Essential medicines as per World Health Organization

 

The American healthcare offers 24,000 medicines for the patients in this country.  According to the World Health Organization, only 350 or so are essential, and this is the number a majority of the world uses to provide health care for their citizens.  Why is there such an enormous disparity?  There are several reasons.  First, the uses of prescription or over-the-counter medicines are not a trend in the developing world.  Second, there are alternatives such as natural remedies available them that are not harvested yet by the American health care industry.  Third, there is a different lifestyle in the developing worlds that is not driven to produce to live.  This lifestyle is not to say that that they do not work hard, but they are more forgiving to customs of productions that drives the developed world.  Lastly, there are balanced approaches to healthcare that Americans are beginning to understand and appreciate.  These balanced approaches involve the mind-body-soul balance. 

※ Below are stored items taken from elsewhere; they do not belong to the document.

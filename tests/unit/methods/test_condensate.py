"""Condensate: stall, head and its remedies, back-flow between rows, pitch of the tubes."""

import numpy as np
import pytest
from iapws.iapws97 import _PSat_T, _TSat_P

from crossbank_service.methods import condensate
from crossbank_service.methods.criterion import BEYOND, NEAR, NO, UNASSESSED, UNKNOWN, WITHIN, YES


def test_the_coil_sits_at_the_back_pressure_when_it_stalls() -> None:
    """At the stall air temperature the steam temperature is the saturation temperature of the return."""
    back = np.array([360.0, 373.0, 380.0])
    air = condensate.stall_air_temperature_k(310.0, 0.45, back)
    np.testing.assert_allclose(condensate.steam_temperature_at_load_k(air, 310.0, 0.45), back, rtol=1e-14)


def test_a_mild_day_puts_the_coil_under_vacuum() -> None:
    """0 C on and 30 C off at effectiveness 0.4 needs steam of 75 C, 38.595 kPa by IAPWS-IF97."""
    steam = condensate.steam_temperature_at_load_k(273.15, 303.15, 0.4)
    pressure = _PSat_T(float(steam)) * 1e6
    assert pressure == pytest.approx(38595.0, abs=0.5)
    assert condensate.HEAD.grade(condensate.draining_head_pa(pressure, 101325.0, 975.0)) == BEYOND


def test_stall_load_and_stall_temperature_tell_the_same_story() -> None:
    """The straight-line chart (air on varies) and the effectiveness relation agree."""
    full, out, air_in = 433.15, 313.15, 273.15
    effectiveness = (out - air_in) / (full - air_in)
    back = _TSat_P(0.101325)
    load = condensate.stall_load(full, back, out)
    by_load = out - load * (out - air_in)
    assert by_load == pytest.approx(
        float(condensate.stall_air_temperature_k(out, effectiveness, back)), abs=1e-9
    )


def test_stall_load_stays_between_none_and_full() -> None:
    """A return hotter than the steam stalls always, one colder than the pivot never."""
    load = condensate.stall_load(np.array([420.0, 420.0, 300.0]), np.array([430.0, 300.0, 300.0]), 310.0)
    assert load.tolist() == [1.0, 0.0, 1.0]


def test_each_remedy_leaves_the_wanted_head() -> None:
    """Return pressure, drain leg and coil pressure that would do, put back, leave 10 kPa."""
    case: dict[str, float] = {
        "return_pressure_pa": 150e3,
        "liquid_density_kg_m3": 950.0,
        "lift_m": 3.0,
        "leg_m": 0.4,
    }
    head = condensate.draining_head_pa(140e3, trap_pressure_drop_pa=5e3, **case)
    assert condensate.HEAD.grade(head) == BEYOND
    lower = float(condensate.return_pressure_for_head_pa(head, 150e3))
    deeper = float(condensate.leg_for_head_m(head, 0.4, 950.0))
    hotter = condensate.steam_pressure_for_head_pa(head, 140e3)
    again = (
        condensate.draining_head_pa(
            140e3, trap_pressure_drop_pa=5e3, **{**case, "return_pressure_pa": lower}
        ),
        condensate.draining_head_pa(140e3, trap_pressure_drop_pa=5e3, **{**case, "leg_m": deeper}),
        condensate.draining_head_pa(hotter, trap_pressure_drop_pa=5e3, **case),
    )
    np.testing.assert_allclose(again, 10e3, rtol=1e-10)


def test_back_flow_has_a_closed_form_without_orifices() -> None:
    """Share x = 1/2 + sinh(arcsinh(2 r^2)/3) solves the cubic."""
    ratio = np.linspace(0.0, 1.0, 41)
    closed = 0.5 + np.sinh(np.arcsinh(2.0 * ratio**2) / 3.0)
    np.testing.assert_allclose(condensate.front_fed_share(ratio), closed, atol=1e-14)


def test_equal_orifices_do_not_stop_the_back_flow() -> None:
    """With ever larger equal orifices the front-fed share tends to the flow ratio itself."""
    share = condensate.front_fed_share(0.8, np.array([0.0, 1.0, 1e6]), np.array([0.0, 1.0, 1e6]))
    assert share[0] == pytest.approx(0.8629, abs=5e-5)
    assert share[2] == pytest.approx(0.8, abs=1e-5)


def test_orifices_sized_row_by_row_stop_it() -> None:
    """The remedy's loss, over a third of the friction, brings the front-fed share to one."""
    ratio, friction = np.array([0.9, 0.7, 0.5]), 12.0
    loss = condensate.row_orifice_loss(ratio, friction)
    np.testing.assert_allclose(
        condensate.front_fed_share(ratio, 0.0, loss / (friction / 3.0)), 1.0, atol=1e-9
    )


def test_the_ratio_is_least_over_most_of_the_rows() -> None:
    """Rows on the last axis; a bank that condenses nothing has no back-flow."""
    flow = np.array([[0.4, 0.3, 0.2], [0.0, 0.0, 0.0]])
    assert condensate.least_over_most(flow).tolist() == [0.5, 1.0]


@pytest.mark.parametrize(
    ("ratio", "cured", "air", "rows", "expected"),
    [
        (0.95, NO, 280.0, 3, WITHIN),
        (0.80, NO, 280.0, 3, NEAR),
        (0.60, NO, 280.0, 3, BEYOND),
        (0.95, NO, 270.0, 3, NEAR),
        (0.80, NO, 270.0, 3, BEYOND),
        (0.60, NO, 270.0, 3, BEYOND),
        (0.60, YES, 270.0, 3, WITHIN),
        (0.60, NO, 270.0, 1, WITHIN),
        (0.80, UNKNOWN, 280.0, 3, UNASSESSED),
        (0.95, UNKNOWN, 280.0, 3, WITHIN),
        (0.95, UNKNOWN, 270.0, 3, UNASSESSED),
        (np.nan, NO, 280.0, 3, UNASSESSED),
    ],
)
def test_back_flow_is_graded_by_ratio_arrangement_and_cold(
    ratio: float, cured: int, air: float, rows: int, expected: int
) -> None:
    """One step worse in the cold; cured or single rows within; unknown unassessed unless it cannot matter."""
    assert condensate.grade_back_flow(ratio, cured, air, rows) == expected


def test_a_tube_drains_only_where_it_is_steeper_than_its_sag() -> None:
    """1:100 within, 1:250 near, and never with a pool behind a support."""
    codes = condensate.grade_slope(np.array([0.01, 0.005, 0.003, 0.01]), np.array([0.0, 0.0, 0.0, 0.012]))
    assert codes.tolist() == [WITHIN, NEAR, BEYOND, BEYOND]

The FDA’s report on the FY 2011 Innovative Drug Approvals states that there were 35 innovative drugs approved for the year 2011.  This report breaks down the types of medicines approved.  It is evident from the reports that of these approvals, approximately half were innovative therapies and half was modified available therapies.  American pharmaceuticals offer the state-of-art medicines for cancer, hepatitis C, lupus, heart attacks and strokes, MRSA infections, kidney transplant rejection, hereditary angioedema, clotting disorder, and scorpion stings. 

The world is a wrong place with no uniformity.  However, this does not mean that we cannot improve the advanced systems.  Coming from an American clinical medicine background, I can appreciate the offerings of the modern pharmaceutical world.  However, I found it daunting to understand the nuances of each available therapy and all the additional knowledge that is constantly produced in the U.S.A at times.  This information is invaluable but can be overburdening.  It is there I will review some to the essential medicines approved by the WHO.  Using the following links, I will summarize the types of drugs essential medicines recommended by the WHO.  The link for essential adult medicines is: http://whqlibdoc.who.int/hq/2011/a95053_eng.pdf.  The connection to essential medicinal products for Children is : http://whqlibdoc.who.int/hq/2011/a95054_eng.pdf.

In American medicine there are 24 medical specialties.  I will go over some familiar to me.  There are over 90 anesthetics medicines available in the USA (http://www.drugs.com/condition/anesthesia.html).  The developing world has 13. 

The number of NSAID analgesics offered in the USA are 20 (verses 3 in the world) http://www.uptodate.com/contents/patient-information-nonsteroidal-antiinflammatory-drugs-nsaids-beyond-the-basics.    The numbers of opioid analgesics offered in the USA are 9 for severe pain and 15 for moderate to mild pain.  In contrast, the developing world has 2 (only morphine and codeine) for only severe pain.  Not only is there greater availability, but more considerable discretion of prescription in the developed world.  This leads to a higher number of poisonous deaths related to these agents (http://www.cdc.gov/nchs/data/databriefs/db22.htm).

The point of this article is not to indicate a fault to the system that produces abundance but asks if we produce more types of medicines just to medicate our population versus to help them.    This matter is for American community to address.  It is not an easy discussion, but it must be had to improve our quality of life.